# Finally got one



## JohnClimber (Oct 29, 2017)

Hi From North West England.

Been on the look out for our perfect van and finally we've got it.







We needed 3 seats up front - me the wife and Archie our Border Terrier - Tick
We needed a loo - Tick
We wanted a low level permanently made up bed (not an over cab bed) - Tick
We needed something in our budget. 2008 crew cab van with a basic conversion inside - Tick
Bargain price - Tick, Tick, Tick.

There are a few niggly jobs that need sorting out and a diesel heater than needs buying and fitting before we hit the road.

But we can't wait.

On a personal note I wild camp under canvas once a month it's called "Bivi a Month" but the wife has never been interested in joining me.
But now she's promised to join me for "Wild (campervan) a Month" in 2018.

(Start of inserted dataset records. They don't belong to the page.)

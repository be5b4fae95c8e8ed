"""Snapshot thinning of finished sweep runs, so that a night of points does not fill a disk.

A sweep file's ``[output] keep_snapshots`` is ``"all"`` (default), ``"last"`` or an integer K
(every K-th frame, the last one always). A finished run file is rewritten, through the run-file
API, as a complete run file of the kept frames only: their snapshots, observables and vortex
rows (renumbered, tracks kept), the ground state, the static trap, the protocol and the final
checkpoint. The rewrite goes to ``<name>.thin`` beside the file and replaces it in one
``os.replace``: a killed thinning leaves the full file. The root attribute ``snapshots_kept``
(JSON: the setting, the original frame count and the original index of every kept frame)
marks a thinned file; thinning it again is a no-op.

Units: none (frame indices).
"""

from __future__ import annotations

import json
import logging
import os
from pathlib import Path

logger = logging.getLogger(__name__)

KEPT_ATTR = "snapshots_kept"


def kept_frames(n_frames: int, keep) -> list[int]:
    """Indices of the frames kept out of ``n_frames`` under ``keep`` ("all", "last" or K)."""
    if n_frames <= 0:
        return []
    if keep == "all" or keep == 1:
        return list(range(n_frames))
    if keep == "last":
        return [n_frames - 1]
    return sorted(set(range(0, n_frames, int(keep))) | {n_frames - 1})


def thin_snapshots(run_path, keep) -> list[int]:
    """Rewrite the complete run file ``run_path`` with the frames ``keep`` selects.

    Returns the original indices of the frames the file holds afterwards. An incomplete run is
    refused (it must resume first); a file thinned before is left as it is (with a warning
    when it was thinned with another setting).
    """
    from gpe.errors import RunFileError   # imported here: see gpe/sweep/execute.py
    from gpe.run.runfile import RunFile

    path = Path(run_path)
    with RunFile.open(path, "r") as run:
        if not run.is_complete():
            raise RunFileError(f"{path}: the run is not complete; its snapshots are thinned "
                               "only after it finished")
        if KEPT_ATTR in run.attrs:
            done = json.loads(str(run.attrs[KEPT_ATTR]))
            if done["keep"] != keep:
                logger.warning("%s: snapshots were kept with keep_snapshots = %r before, not %r; "
                               "the file is left as it is", path, done["keep"], keep)
            return list(done["frames"])
        n = run.n_frames
        frames = kept_frames(n, keep)
        if len(frames) == n:
            return frames
        tmp = path.with_name(path.name + ".thin")
        tmp.unlink(missing_ok=True)   # left by a thinning that was killed
        _rewrite(run, tmp, frames, keep)
    os.replace(tmp, path)
    logger.info("%s: kept %d of %d snapshots (keep_snapshots = %r)", path, len(frames), n, keep)
    return frames


def _rewrite(run, tmp: Path, frames: list[int], keep) -> None:
    import numpy as np

    from gpe.errors import RunFileError
    from gpe.run.runfile import RunFile

    first = np.asarray(run.psi(0))
    trap = run.static_potential()
    try:
        ground = run.ground_state_psi()
    except RunFileError:   # a run file without a stored ground state keeps none
        ground = None
    out = RunFile.create(tmp, run.grid, protocol_text=run.protocol_text(),
                         protocol_json=run.protocol_json(),
                         protocol_source=run.protocol_source(),
                         protocol_overrides=run.protocol_overrides(), units=run.units(),
                         static_potential=trap, ground_state_psi=ground,
                         snapshot_dtype=first.dtype, trap_arrays=run.trap_arrays())
    try:
        for key, value in run.attrs.items():
            if key not in out.attrs and key != "complete":
                out.attrs[key] = value
        times = run.frame_times()
        observables = run.read_observables()
        units = {name: run.observable_unit(name) for name in observables}
        table = run.read_vortices()
        for new, old in enumerate(frames):
            rows = table[table["frame"] == old].copy()
            rows["frame"] = new
            out.append_frame(float(times[old]), run.psi(old),
                             {name: float(v[old]) for name, v in observables.items()},
                             vortices=rows, units=units)
        # point-vortex frames after a hand-off (gpe/run/pointstore.py) carry no snapshot: all
        # are kept, renumbered after the kept snapshots
        for k, t in enumerate(run.point_times()):
            rows = table[table["frame"] == run.n_frames + k].copy()
            rows["frame"] = len(frames) + k
            out.append_point_frame(float(t), rows)
        state = run.read_point_state()
        if state is not None:
            out.write_point_state(state.pop("pos"), state.pop("signs"), **state)
        if run.has_checkpoint():
            ck = run.read_checkpoint()
            out.write_checkpoint(ck.psi, ck.t, ck.step, len(frames), rng=ck.rng())
        out.attrs[KEPT_ATTR] = json.dumps({"keep": keep, "of_frames": int(run.n_frames),
                                           "frames": [int(f) for f in frames]})
        out.mark_complete()
    except BaseException:
        out.close()
        tmp.unlink(missing_ok=True)
        raise
    out.close()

The guide lines are simple and if the admin would like me to or allow me to, I'm happy to start a similar thread up on here for others who also fancy a challenge in 2018. It's a great excuse to get out in your van


----------



## izwozral (Oct 29, 2017)

Hi and welcome, great looking van. Keep the pics coming.


----------



## RoaminRog (Oct 29, 2017)

Looks brilliant! Welcome along!


----------



## Silver sprinter (Oct 30, 2017)

Hi welcome and enjoy :welcome::camper::wave:


----------



## phillybarbour (Oct 30, 2017)

Hi and welcome along to the site, nice van.


----------



## Old Git (Oct 30, 2017)

Hi and welcome enjoy:have fun::have fun:


----------



## trevskoda (Oct 30, 2017)

Welcome along,it may be cold and condensation with all those windows but insulation may help.:wave:


----------



## JohnClimber (Oct 30, 2017)

trevskoda said:


> Welcome along,it may be cold and condensation with all those windows but insulation may help.:wave:



The rear black sections are black plastic wrap ;-)


----------



## SteveB48 (Oct 30, 2017)

Your requirements are very similar to ours.
Be nice to know the interior layout and who converted it - or is it a self-build?
I’m finding our coach built a bit big nowadays, looking for a van conversion.


----------



## JohnClimber (Oct 30, 2017)

SteveB48 said:


> Your requirements are very similar to ours.
> Be nice to know the interior layout and who converted it - or is it a self-build?
> I’m finding our coach built a bit big nowadays, looking for a van conversion.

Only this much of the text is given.